初恋の君に真紅の薔薇の花束を・・・
 王宮からの使者というだけでも珍しいのに、更に国王からの勅使と言われ、アーチボルト伯爵家では、使者をもてなすため、上を下をの大騒動となった。
 大慌てで設えた張りぼてのようなもてなしだったが、何とか伯爵家の体面を保って勅使を迎えられるだけの準備を整えたというのに、勅使はせっかくのもてなしを受けることなく『アーチボルト伯爵に置かれましては、直ちに登城されたしとの陛下よりのお言葉でございます』と言うなり、勅使はおよそ普段着に近い身なりのままの伯爵を罪人を引っ立てるかのように無理やり馬車に詰め込み、王宮へと連れ去っていった。

「お父さまが一体何をなさったというのでしょう」
 途方に暮れるジャスティーヌに、アレクシスもとい、アレクサンドラが『さあ、先日のブリッジで勝ちすぎたんじゃない?』と、何事もなかったかのように答えた。
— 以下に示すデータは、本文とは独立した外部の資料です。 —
def _sign_with_key(args):
    from .signing.keys import SigningInputError, short_fingerprint
    from .review.sign import sign_with_key

    try:
        signed = sign_with_key(args.record, args.key, args.role, args.by, args.passphrase_file, args.trusted)
    except SigningInputError as exc:
        _say(f"error: {exc}", file=sys.stderr)
        return EXIT_BAD_INPUT
    except SteamcalcError as exc:
        _say(f"refused: {exc}", file=sys.stderr)
        return EXIT_FAILED
    entry = signed["signatures"][-1]
    _say(f"{signed['id']} rev {signed['revision']}: {entry['role']} and signed by {entry['name']} on "
          f"{entry['date']}, key {short_fingerprint(entry['fingerprint'])}")
    _say(f"  {args.record}, with its HTML and Markdown")
    _refresh_index(args.record)
    from .signing.trust import resolve_trust

    trust = resolve_trust(Path(args.record).parent, args.trusted)
    if entry["fingerprint"] not in trust.keys:
        _say(f"  note: this key is not in the trusted signers used here, {trust.describe()}; verify reports it as "
              "unknown until its .pub file is added there")
    return EXIT_OK


def _keys(args):
    from .signing.keys import load_public_key, new_key_pair, read_passphrase, short_fingerprint

    passphrase = read_passphrase(args.passphrase_file) if args.passphrase_file else None
    private, public = new_key_pair(args.name, args.out, passphrase)
    _say(f"key pair for {args.name}, key {short_fingerprint(load_public_key(public).fingerprint)}")
    _say(f"  private: {private} (mode 0600{', passphrase-protected' if passphrase else ''}; keep it to yourself)")
    _say(f"  public:  {public} (give it to the site's trusted_signers/ folder)")
    return EXIT_OK


def _register(args):
    from .review.register import build_register, format_register, write_register_csv, write_register_html

    from .review.register import register_trust
    from .records.issuing import refuse_foreign_file

    targets = [(t, w) for t, w in ((args.html, write_register_html), (args.csv, write_register_csv)) if t]
    if len(targets) == 2 and os.path.abspath(args.html) == os.path.abspath(args.csv):
        raise SteamcalcError("--html and --csv name the same file", source=args.html,
                             fix="give each its own file name, such as register.html and register.csv")
    for target, _ in targets:   # refused before the records are recomputed, not after
        refuse_foreign_file(target, args.force, "register")
    trust = register_trust(args.folder, args.trusted)
    rows = build_register(args.folder, trusted_dir=args.trusted, remember=args.remember, workers=8)
    _say(f"trusted signers: {trust.describe()}")
    for note in trust.notes():
        _say(note)
    _say(format_register(rows))
    for target, write in targets:
        write(target, rows, force=args.force)
        _say(f"written: {target}")
    return EXIT_OK if all(r.ok for r in rows) else EXIT_FAILED


def _sign(args):
    from .review.signoff import name_only_refused

    if args.key:
        return _sign_with_key(args)
    if args.by:   # a typed name is not a signature: refused before the record is even read
        raise name_only_refused(args.record, args.by)
    raise SteamcalcError("give --key KEYFILE, your private key file", source=args.record, field="--key",
                         fix='make a key pair once with: steamcalc keys new --name "Your Name"; then sign with '
                             "--key pointing at its .key file")


def _refresh_index(record_path):
    """After a sign-off: the records index of the record's folder written again, when it has one."""
    from .batch.batch import refresh_index

    note = refresh_index(Path(record_path).parent)
    if note:
        _say(f"  {note}")


def _new_site(args):
    from .cases.newsite import new_site

    files = new_site(args.folder, args.template)
    _say(f"new site folder {args.folder}: {len(files)} files")
    for f in files:
        _say(f"  {f}")
    _say("next: edit site.toml (name, elevation, headers, prices) and the cases, then "
          f"`steamcalc run {args.folder}/cases`")
    return EXIT_OK


_COMMANDS = {"run": _run, "verify": _verify, "diff": _diff, "sign": _sign, "new-site": _new_site,
             "keys": _keys, "register": _register}


def _stop(signum, frame):
    raise KeyboardInterrupt(signal.Signals(signum).name)


def _stopping_signals():
    """SIGTERM and SIGHUP (a closed terminal, a service manager stopping the job) end a command as Ctrl-C does:
    what finished is kept and reported, staging is cleaned up, nothing is left half-written. The handlers
    before are returned, to be put back."""
    before = {}
    for name in ("SIGTERM", "SIGHUP"):
        number = getattr(signal, name, None)
        if number is None:
            continue
        try:
            before[number] = signal.signal(number, _stop)
        except ValueError:   # not the main thread (an embedding program): leave its signals alone
            pass
    return before


def main(argv=None):
    """Run the command line; return the exit code."""
    args = _parser().parse_args(argv)
    before = _stopping_signals()
    try:
        return _COMMANDS[args.command](args)
    except SteamcalcError as exc:
        _say(f"error: {exc}", file=sys.stderr)
        return EXIT_BAD_INPUT
    except KeyboardInterrupt:
        return EXIT_INTERRUPTED
    except BrokenPipeError:
        # The reader went away (`steamcalc diff ... | head`): stop quietly, as other tools do.
        try:
            devnull = os.open(os.devnull, os.O_WRONLY)
            os.dup2(devnull, sys.stdout.fileno())
        except (OSError, ValueError):
            pass
        return EXIT_FAILED
    except Exception as exc:  # a bug, not bad input: say so briefly, full trace on request
        if os.environ.get("STEAMCALC_DEBUG"):
            raise
        _say(f"internal error: {type(exc).__name__}: {exc}. Please report it; set STEAMCALC_DEBUG=1 "
              "for the full trace.", file=sys.stderr)
        return EXIT_BAD_INPUT
    finally:
        for number, handler in before.items():
            signal.signal(number, handler)


def entry_point():
    """Console-script entry: exit with :func:`main`'s code."""
    sys.exit(main())
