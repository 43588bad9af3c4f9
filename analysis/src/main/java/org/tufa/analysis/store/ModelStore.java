package org.tufa.analysis.store;

import java.nio.file.Files;
import java.nio.file.Path;
import java.util.ArrayList;
import java.util.List;
import java.util.Set;
import java.util.TreeSet;
import java.util.function.BiFunction;
import org.apache.jena.query.Dataset;
import org.apache.jena.rdf.model.Model;
import org.apache.jena.rdf.model.Resource;
import org.apache.jena.system.Txn;
import org.apache.jena.tdb2.TDB2Factory;
import org.apache.jena.vocabulary.RDF;
import org.tufa.common.InputException;
import org.tufa.vocabulary.Namespaces;

/**
 * A folder holding a Jena TDB2 dataset of building models: each building's model in a named graph (by default the
 * IRI of the model's one {@code brick:Building}), and the vocabulary the models were loaded with (tufa's Brick
 * subset, tufa.ttl and any extra files) in the graph {@link #VOCABULARY_GRAPH}. Reads and writes run in TDB2
 * transactions; close the store when done.
 */
public final class ModelStore implements AutoCloseable {

    /** The named graph holding the vocabulary. */
    public static final String VOCABULARY_GRAPH = "urn:tufa:graph:vocabulary";

    private final Path dir;
    private final Dataset dataset;

    private ModelStore(Path dir, Dataset dataset) {
        this.dir = dir;
        this.dataset = dataset;
    }

    /**
     * Opens (or, with {@code create}, creates) the store in a folder.
     *
     * @throws InputException when the folder is missing (and not to be created) or is not a TDB2 store
     */
    public static ModelStore open(Path dir, boolean create) {
        if (!Files.isDirectory(dir)) {
            if (!create) {
                throw InputException.in(dir, "no such store folder; create it with tufa load --store " + dir
                        + " --model MODEL.ttl");
            }
        } else if (!create && !Files.exists(dir.resolve("tdb.lock")) && !hasDataFolder(dir)) {
            throw InputException.in(dir, "is not a tufa store (no TDB2 dataset in it); load a model into it with "
                    + "tufa load");
        }
        try {
            Files.createDirectories(dir);
            return new ModelStore(dir, TDB2Factory.connectDataset(dir.toString()));
        } catch (java.io.IOException | RuntimeException e) {
            throw InputException.in(dir, "cannot be opened as a TDB2 store (" + e.getMessage()
                    + "); is another tufa serve or load using it?");
        }
    }

    private static boolean hasDataFolder(Path dir) {
        try (var s = Files.list(dir)) {
            return s.anyMatch(p -> p.getFileName().toString().startsWith("Data-"));
        } catch (java.io.IOException e) {
            return false;
        }
    }

    /** The dataset, for the SPARQL server. */
    Dataset dataset() {
        return dataset;
    }

    /** The folder. */
    public Path dir() {
        return dir;
    }

    /**
     * Puts a building's model into its graph (replacing what the graph held) and the vocabulary into its own graph.
     *
     * @param graph the graph name, or null for the IRI of the model's one brick:Building
     * @return the graph name used
     * @throws InputException when no graph is given and the model has not exactly one building
     */
    public String load(Model model, String graph, Model vocabulary, String modelName) {
        String name = graph != null ? graph : buildingIri(model, modelName);
        if (name.equals(VOCABULARY_GRAPH)) {
            throw new InputException("--graph " + name + " is the store's vocabulary graph; name the building's "
                    + "graph otherwise");
        }
        Txn.executeWrite(dataset, () -> {
            dataset.replaceNamedModel(name, model);
            dataset.replaceNamedModel(VOCABULARY_GRAPH, vocabulary);
        });
        return name;
    }

    private static String buildingIri(Model model, String modelName) {
        Resource building = model.createResource(Namespaces.BRICK + "Building");
        List<String> iris = new ArrayList<>();
        model.listSubjectsWithProperty(RDF.type, building).forEachRemaining(r -> {
            if (r.isURIResource()) {
                iris.add(r.getURI());
            }
        });
        if (iris.size() != 1) {
            throw new InputException(modelName + ": has " + iris.size() + " brick:Building nodes, so the store "
                    + "cannot name its graph after the building; give the graph's IRI with --graph");
        }
        return iris.get(0);
    }

    /** The building graphs, sorted. */
    public List<String> buildings() {
        return Txn.calculateRead(dataset, () -> {
            Set<String> names = new TreeSet<>();
            dataset.listModelNames().forEachRemaining(r -> names.add(r.getURI()));
            names.remove(VOCABULARY_GRAPH);
            return List.copyOf(names);
        });
    }

    /**
     * Runs a computation on one building's model and the stored vocabulary, inside a read transaction. Whatever
     * it returns must not hold on to the models.
     *
     * @param graph the building's graph, or null for the store's only building
     * @throws InputException when the graph is not in the store, or no graph is given and the store has several
     */
    public <T> T read(String graph, BiFunction<Model, Model, T> work) {
        String name = choose(graph);
        return Txn.calculateRead(dataset, () -> work.apply(dataset.getNamedModel(name),
                dataset.getNamedModel(VOCABULARY_GRAPH)));
    }

    /** As {@link #read}, on every building's model at once (their union) and the vocabulary. */
    public <T> T readAll(BiFunction<Model, Model, T> work) {
        if (buildings().isEmpty()) {
            throw InputException.in(dir, "holds no building yet; load one with tufa load --store " + dir
                    + " --model MODEL.ttl");
        }
        List<String> names = buildings();
        return Txn.calculateRead(dataset, () -> {
            org.apache.jena.graph.Graph union = null;
            for (String n : names) {
                org.apache.jena.graph.Graph next = dataset.getNamedModel(n).getGraph();
                union = union == null ? next : new org.apache.jena.graph.compose.Union(union, next);
            }
            return work.apply(org.apache.jena.rdf.model.ModelFactory.createModelForGraph(union),
                    dataset.getNamedModel(VOCABULARY_GRAPH));
        });
    }

    /** The graph a command means: the one given (which must exist), else the store's only building. */
    public String choose(String graph) {
        List<String> names = buildings();
        if (graph != null) {
            if (!names.contains(graph)) {
                throw InputException.in(dir, "has no graph " + graph + "; it holds " + (names.isEmpty() ? "none"
                        : String.join(", ", names)));
            }
            return graph;
        }
        if (names.size() != 1) {
            throw InputException.in(dir, names.isEmpty() ? "holds no building yet; load one with tufa load"
                    : "holds " + names.size() + " buildings (" + String.join(", ", names)
                    + "); say which with --graph IRI");
        }
        return names.get(0);
    }

    @Override
    public void close() {
        dataset.close();
        org.apache.jena.tdb2.sys.TDBInternal.expel(dataset.asDatasetGraph());
    }
}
「アレクサンドラ、いいかげん年頃の娘に戻ったらどうなの?」
 ジャスティーヌの言葉に、アレクサンドラは一向に興味を示さなかった。
「そんなのつまらないよ、ジャスティーヌ。僕はね、ジャスティーヌにつきまとう、邪魔な男を追うのが楽しいんだ」
 アレクサンドラは、すっかりアレクシスになりきって答えた。
「おかげで、私は社交界で行き遅れと言われてますけどね」
 ジャスティーヌは、誰に言うでもなく、ぽつりと呟いた。